-- YOUR ASSIGNMENT --
Select from the records below every line that has the word "schedules" in it.

--- START ---

static void put_rate(const writer *w, const tarry_reaction *reaction, size_t column) {
    const tarry_network *network = w->network;
    tarry_text text = {0};
    if (reaction->kind == TARRY_RATE_EXPRESSION || reaction->kind == TARRY_RATE_PROPENSITY) {
        tarry_text_printf(&text, "%s %s",
                          reaction->kind == TARRY_RATE_EXPRESSION ? "rate" : "propensity",
                          network->segments[0].formulas[reaction->rate].text);
    } else {
        char number[TARRY_NUMBER_SIZE];
        tarry_number_short(network->segments[0].rates[reaction->rate], 6, number);
        tarry_text_printf(&text, "rate %s /%s", number, network->time_unit);
        add_steps(w, reaction->rate, &text);
    }
    if (reaction->allele != TARRY_NONE && network->genes[reaction->gene].n_copies > 1)
        tarry_text_printf(&text, " (each of %u alleles)", network->genes[reaction->gene].n_copies);
    w->page->text->failed = w->page->text->failed || text.failed;
    tarry_sheet_cell(&w->page->sheet, column, "%s", text.data ? text.data : "");
    tarry_text_release(&text);
}

/* Lags that begin, other than the dwell in a stage or a state, which the equation shows. */
static void put_lags(const writer *w, const tarry_effect *effect, size_t column) {
    tarry_text text = {0};
    for (uint32_t i = effect->schedules.from; i < effect->schedules.to; i++) {
        const tarry_lag *lag = &w->network->lags[w->network->schedules[i]];
        if (lag->stage == TARRY_NONE && lag->promoter == TARRY_NONE)
            tarry_text_printf(&text, "%s%s", text.size > 0 ? ", " : "starts ", lag->name);
    }
    w->page->text->failed = w->page->text->failed || text.failed;
    if (text.size > 0)
        tarry_sheet_cell(&w->page->sheet, column, "%s", text.data);
    tarry_text_release(&text);
}

void tarry_page_reactions(tarry_page *page) {
    const tarry_network *network = page->network;
    writer w;
    size_t all = 0, shown = 0;
    for (uint32_t i = 0; i < network->n_reactions; i++)
        all += network->reactions[i].allele <= 0;
    if (all == 0)
        return;
    tarry_page_head(page, "Reactions", (long long)all);
    if (writer_init(&w, page))
        page->text->failed = true;
    for (uint32_t i = 0; i < network->n_reactions && shown < TARRY_CHECK_MOST && w.name_of; i++) {
        const tarry_reaction *reaction = &network->reactions[i];
        if (reaction->allele > 0)
            continue;
        shown++;
        tarry_sheet_row(&page->sheet);
        tarry_sheet_cell(&page->sheet, 0, "%s", reaction->name);
        put_equation(&w, &network->effects[reaction->effect], reaction, 1);
        put_rate(&w, reaction, 2);
        put_lags(&w, &network->effects[reaction->effect], 3);
    }
    free(w.name_of);
    tarry_page_list(page, shown, all, "reactions");
}

/* ---- completions ---------------------------------------------------------------------------- */

/* What an allele of its own has is told for the first. */
static bool is_told(const tarry_lag *lag) {
    return lag->allele == 0;
}

/* "with probability 0.9", "what lacks is skipped". */
static void put_remarks(const writer *w, double probability, bool skips) {
    char number[TARRY_NUMBER_SIZE];
    if (probability < 1) {
        tarry_number_short(probability, 6, number);
        tarry_sheet_cell(&w->page->sheet, 3, "probability %s%s", number,
                         skips ? ", skipped where short" : "");
    } else if (skips) {
        tarry_sheet_cell(&w->page->sheet, 3, "skipped where short");
    }
}
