void tarry_series_move(const tarry_film_shape *shape, double n, double by, double *sums) {
    if (shape->gaps)
        return; /* one shift for all cells */
    double *edges = sums + series_edges(shape);
    double head = 0.0, tail = 0.0;
    for (size_t k = 1; k < shape->n_lags; k++) {
        head = next_head(shape, sums, k, head);
        tail = next_tail(sums, k, tail);
        edges[k] += by * (head + tail);
    }
    sums[D_SQUARE] += by * (2.0 * sums[D] + n * by);
    sums[D] += n * by;
    for (size_t t = 0; t < shape->n_frames; t++)
        sums[SERIES_FRAMES + t] += n * by;
}

void tarry_pair_move(const tarry_film_shape *shape, double n, const double *first, double by_first,
                     const double *second, double by_second, double *sums) {
    if (shape->gaps)
        return;
    double *middle = sums + PAIR_EDGES + shape->n_lags - 1;
    double head1 = 0.0, tail1 = 0.0, head2 = 0.0, tail2 = 0.0;
    for (size_t k = 1; k < shape->n_lags; k++) {
        head1 = next_head(shape, first, k, head1);
        tail1 = next_tail(first, k, tail1);
        head2 = next_head(shape, second, k, head2);
        tail2 = next_tail(second, k, tail2);
        middle[k] += by_second * head1 + by_first * tail2;
        *(middle - k) += by_first * head2 + by_second * tail1;
    }
    sums[D_PRODUCT] += by_first * second[D] + by_second * first[D] + n * by_first * by_second;
}

/* ---- covariances ---- */

double tarry_series_mean(const tarry_film_shape *shape, double n, const double *sums) {
    return shape->gaps ? tarry_gaps_mean(sums) : sums[D] / n;
}

double tarry_series_pairs(const tarry_film_shape *shape, double n, const double *sums, size_t lag) {
    return shape->gaps ? tarry_gaps_pairs(shape->n_lags, sums, lag)
                       : n * (double)(shape->n_frames - lag);
}

double tarry_pair_pairs(const tarry_film_shape *shape, double n, const double *sums,
                        ptrdiff_t lag) {
    if (shape->gaps)
        return tarry_gaps_pairs(2 * shape->n_lags - 1, sums,
                                (size_t)(lag + (ptrdiff_t)shape->n_lags - 1));
    return n * ((double)shape->n_frames - fabs((double)lag));
}

double tarry_series_mean_square(const tarry_film_shape *shape, double n, double shift,
                                const double *sums) {
    const double mean = shift + tarry_series_mean(shape, n, sums);
    double squares = 0.0;
    if (shape->stationary)
        return mean * mean;
    for (size_t t = 0; t < shape->n_frames; t++) {
        const double at = shift + sums[SERIES_FRAMES + t] / n;
        squares += at * at;
    }
    return squares / (double)shape->n_frames;
}

/* What one side of a covariance is made of: lags k = 0 .. n_lags - 1 by which `later` comes after
 * `earlier`. Arrays are stepped through forwards or backwards. */
typedef struct lag_side {
    const double *earlier, *later; /* sums of the series */
    double product;                /* sum of d d about the mean of all */
    const double *within;          /* [k mod n_padded]: sums of products, from the spectrum */
    const double *edges;           /* [step k] */
    const double *of_means;        /* [k mod n_padded]: the same of the sums over cells; or NULL */
    int step;
} lag_side;

static void covariance_of_side(const tarry_film_shape *shape, double n, const lag_side *side,
                               double *covariance) {
    double head = 0.0, tail = 0.0;
    for (size_t k = 0; k < shape->n_lags; k++) {
        const ptrdiff_t at = side->step * (ptrdiff_t)k;
        const size_t turned = side->step > 0 || k == 0 ? k : shape->n_padded - k;
        const double frames = (double)(shape->n_frames - k);
        if (k > 0) {
            head = next_head(shape, side->earlier, k, head);
            tail = next_tail(side->later, k, tail);
        }
        const double edges = (k > 0 ? side->edges[at] : 0.0) -
                             (side->later[D] * head + side->earlier[D] * tail) / n;
        if (side->of_means)
            covariance[at] = ((side->within[turned] + edges - side->of_means[turned] / n) / frames +
                              side->product) /
                             (n - 1.0);
        else
            covariance[at] = side->within[turned] / (n * frames) +
                             (n > 1.0 ? (edges / frames + side->product) / (n - 1.0) : 0.0);
    }
}

/* Sums over cells less n times the mean of all, transformed. */
static void transform_means(const tarry_film_shape *shape, const double *series, double *out) {
    memset(out, 0, shape->n_padded * sizeof *out);
    for (size_t t = 0; t < shape->n_frames; t++)
        out[t] = series[SERIES_FRAMES + t] - series[D];
    transform(out, shape->n_padded);
}

/* Products of the sums over cells at each lag, in place of those transformed in `first`. */
static void correlate_means(const tarry_film_shape *shape, double *first, const double *second) {
    const size_t n = shape->n_padded;
    first[0] *= second[0];
    first[n / 2] *= second[n / 2];
    for (size_t f = 1; f < n / 2; f++) {
        const double re = first[f] * second[f] + first[n - f] * second[n - f];
        const double im = first[f] * second[n - f] - first[n - f] * second[f];
        first[f] = re;
        first[n - f] = im;
    }
    invert(first, n);
}

static void fill_nan(double *out, size_t n) {
    for (size_t i = 0; i < n; i++)
        out[i] = NAN;
}

/* Is there anything to work out from n cells? */
static bool defined(const tarry_film_shape *shape, double n) {
    return n >= (shape->stationary ? 1.0 : 2.0);
}

void tarry_series_covariance(const tarry_film_shape *shape, double n, const double *sums,
                             double *work, double *covariance) {
    if (shape->gaps) {
        tarry_gaps_covariance(shape, n, shape->n_lags, sums, covariance);
        return;
    }
    if (!defined(shape, n)) {
        fill_nan(covariance, shape->n_lags);
        return;
    }
    double *within = work, *of_means = work + shape->n_padded;
    const double *power = sums + series_power(shape);
    memset(within, 0, shape->n_padded * sizeof *within);
    memcpy(within, power, (shape->n_padded / 2 + 1) * sizeof *within);
    invert(within, shape->n_padded);
    if (!shape->stationary) {
        transform_means(shape, sums, of_means);
        correlate_means(shape, of_means, of_means);
    }
    const lag_side side = {
        .earlier = sums,
        .later = sums,
        .product = sums[D_SQUARE] - sums[D] * sums[D] / n,
        .within = within,
        .edges = sums + series_edges(shape),
        .of_means = shape->stationary ? NULL : of_means,
        .step = 1,
    };
    covariance_of_side(shape, n, &side, covariance);
}
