static int set_all(protocol_reader *in, const tarry_protocol_step *step, tarry_error *error) {
    const tarry_builder *builder = in->builder;
    const size_t n = builder->parameters.n;
    int code = 0;
    if (n > 0)
        memcpy(in->before, in->now, n * sizeof *in->now);
    if (step->ramp != NULL)
        code = go_along(in, step, error);
    else
        for (size_t i = 0; code == 0 && i < step->set->n; i++)
            code = set_one(in, &step->set->entries[i], error);
    if (code == 0 && tarry_parameter_values(builder, in->fixed, in->now, error) != 0)
        code = tarry_error_context(error, "after the protocol's step in line %d", step->line);
    return code;
}

/* A new segment with the parameters of the last one, or with those before any step. */
static int add_segment(protocol_reader *in, double start, tarry_error *error) {
    tarry_builder *builder = in->builder;
    const size_t n = builder->parameters.n;
    const double *last = in->now != NULL ? in->now : builder->values;
    const uint32_t settings = (uint32_t)builder->settings.n;
    tarry_segment segment = {.start = start,
                             .moment = TARRY_MOMENT_STEP,
                             .response = TARRY_NONE,
                             .settings = {settings, settings},
                             .text = ""};
    in->now = tarry_arena_calloc(builder->arena, n, sizeof *in->now);
    if (in->now == NULL)
        return tarry_fail_memory(error, "the protocol");
    if (n > 0)
        memcpy(in->now, last, n * sizeof *in->now);
    segment.parameters = in->now;
    return TARRY_APPEND(&builder->segments, segment) == 0
               ? 0
               : tarry_fail_memory(error, "the protocol");
}

/* What a step is to a reader of the protocol; of several at one time the first kind counts. */
static tarry_moment moment_of(const tarry_protocol_step *step) {
    if (step->ramp == NULL || step->part == 0)
        return TARRY_MOMENT_STEP;
    return step->part == step->ramp->n ? TARRY_MOMENT_RAMP_END : TARRY_MOMENT_RAMP_PART;
}
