static void use_segment(tarry_cell *cell, uint32_t segment) {
    const tarry_network *network = cell->network;
    cell->segment = segment;
    cell->drawers = cell->engine->drawers + (size_t)segment * network->n_delays;
    cell->fixed = cell->engine->fixed + (size_t)segment * network->n_delays;
    cell->means = network->segments[segment].means;
    cell->next_segment = segment + 1 < network->n_segments ? network->segments[segment + 1].start
                                                           : INFINITY;
}

static void start(tarry_cell *cell) {
    const tarry_network *network = cell->network;
    const uint64_t seed = network->run.seed;
    tarry_stream start;
    tarry_stream_init(&cell->events, seed, (uint64_t)cell->number, TARRY_STREAM_EVENTS);
    tarry_stream_init(&start, seed, (uint64_t)cell->number, TARRY_STREAM_START);
    cell->now = 0 - network->run.settle; /* not -0, which sorts before 0 */
    cell->end = network->run.until;
    cell->stop = TARRY_GO;
    cell->n_firings = 0;
    tarry_pending_clear(&cell->pending);
    tarry_cell_begin_record(cell);
    for (uint32_t i = 0; i < network->n_species; i++)
        cell->counts[i] = network->species[i].start;
    for (uint32_t i = 0; i < network->n_tracks; i++) {
        cell->status[i] = TARRY_TRACK_UNKNOWN;
        cell->counters[i] = 0;
    }
    for (uint32_t i = 0; i < network->n_lags; i++)
        cell->last_due[i] = -INFINITY;
    use_segment(cell, 0);
    for (uint32_t i = 0; i < network->n_promoters; i++)
        start_promoter(cell, i, &start);
    cell->engine->sampler->reset(cell->sampler_state, cell->counts, 0);
}

/* ---- protocol -------------------------------------------------------------------------------- */
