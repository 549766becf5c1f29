import { listed, plural, shown } from './plain.ts';

/** What the direct fit and the search for trial constants say. */
export const directWords = {
  tooFew: (have: number, need: number, equation: string): string =>
    `There ${have === 1 ? 'is' : 'are'} ${plural(have, 'reading')}, but ${equation} needs at least ${need}.`,
  curveNeeded: (response: string, equation: string): string =>
    `law must be solvable for ${response} to be fitted in the units of ${response}, but ${equation} is not; write it as ${response} = ….`,
  noStart: (names: readonly string[], start: ArrayLike<number>): string =>
    `The direct fit cannot begin: the law does not exist at every reading for ${listed(names.map((name, k) => `${name} = ${shown(start[k] ?? Number.NaN)}`))}.`,
  runAway: (names: readonly string[], values: readonly number[]): string =>
    `The readings do not settle ${listed(names)}: the fit goes on getting better as ${names.length > 1 ? 'they run' : 'it runs'} away${reachedOf(names, values)}. Give ${names.length > 1 ? 'one of them' : 'it'} in known, take more readings, or choose a law with fewer constants.`,
  dependent: (names: readonly string[]): string =>
    names.length === 1
      ? `The readings do not settle ${listed(names)}: the fitted values do not depend on it here.`
      : `The readings do not settle ${listed(names)} separately: changing them together leaves the fitted values as they are. Give one of them in known, or take readings over a wider range.`,
  notSettled: (names: readonly string[], iterations: number): string =>
    `The direct fit did not settle: after ${plural(iterations, 'step')} ${listed(names)} still changed, so no values are given.`,
  noTrialFits: (names: readonly string[], equation: string): string =>
    `The readings do not settle ${listed(names)}: no value tried gives a curve of ${equation} that exists at every reading.`,
  atEdge: (names: readonly string[]): string =>
    `The least sum of squares lies at the edge of the law's domain (${listed(names)}): standard uncertainties are indicative only.`,
  searchCut: (tried: number): string =>
    `The search for the trial constants was cut after ${tried} values; a better fit elsewhere cannot be excluded.`,
  searchThinned: (used: number, count: number): string =>
    `Trial constants were searched with ${used} of the ${count} readings and then settled with all of them.`,
} as const;

/** How far constants ran, as far as there is a number for it. */
function reachedOf(names: readonly string[], values: readonly number[]): string {
  const reached = names
    .map((name, k) => [name, values[k] ?? Number.NaN] as const)
    .filter(([, value]) => Number.isFinite(value))
    .map(([name, value]) => `${name} reached ${shown(value)}`);
  return reached.length === 0 ? '' : ` (${listed(reached)})`;
}
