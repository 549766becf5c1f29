/** What a user of a law is told before relying on its constants; each ends with whom to ask. */
export const cautionWords = {
  fatigue: (): string =>
    'Fatigue: the fitted line is the typical life of these specimens, half of which fail earlier, and says nothing beyond the tested stresses; allowable stresses come from the design code that applies and from a licensed engineer.',
  drinkingWater: (): string =>
    'If this is drinking water: constants hold for this water and temperature only; doses and contact times follow local regulations and a licensed operator or engineer.',
  dose: (): string =>
    'Dose: a fitted response does not make a dose safe, least of all beyond the readings; doses are set under the rules that apply and by licensed practitioners.',
  pressure: (): string =>
    'Pressure: a fitted vapour pressure is no basis for relief devices or design pressures, which follow the pressure equipment code that applies and a licensed engineer.',
  storedEnergy: (): string =>
    'If energy is stored: what should have decayed may still hold charge, heat or pressure; verify by measurement, and follow the local lock-out rules and a qualified person.',
  heat: (): string =>
    'Temperature: rates carried to temperatures outside the readings can be wrong by orders of magnitude; shelf life, ageing and runaway limits follow the standard that applies and a qualified engineer.',
  lifetime: (): string =>
    'Lifetime: few failures settle the tails poorly; safety and warranty limits follow the standard that applies and a qualified engineer.',
  flood: (): string =>
    'Rating: discharge above the highest gauged stage is extrapolated; flood levels and structures follow the rules of the authority that applies and a licensed engineer.',
};

export type CautionWord = keyof typeof cautionWords;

--- END ---

-- TASK RESULT --
    for (uint32_t i = effect->schedules.from; i < effect->schedules.to; i++) {
        const tarry_lag *lag = &w->network->lags[w->network->schedules[i]];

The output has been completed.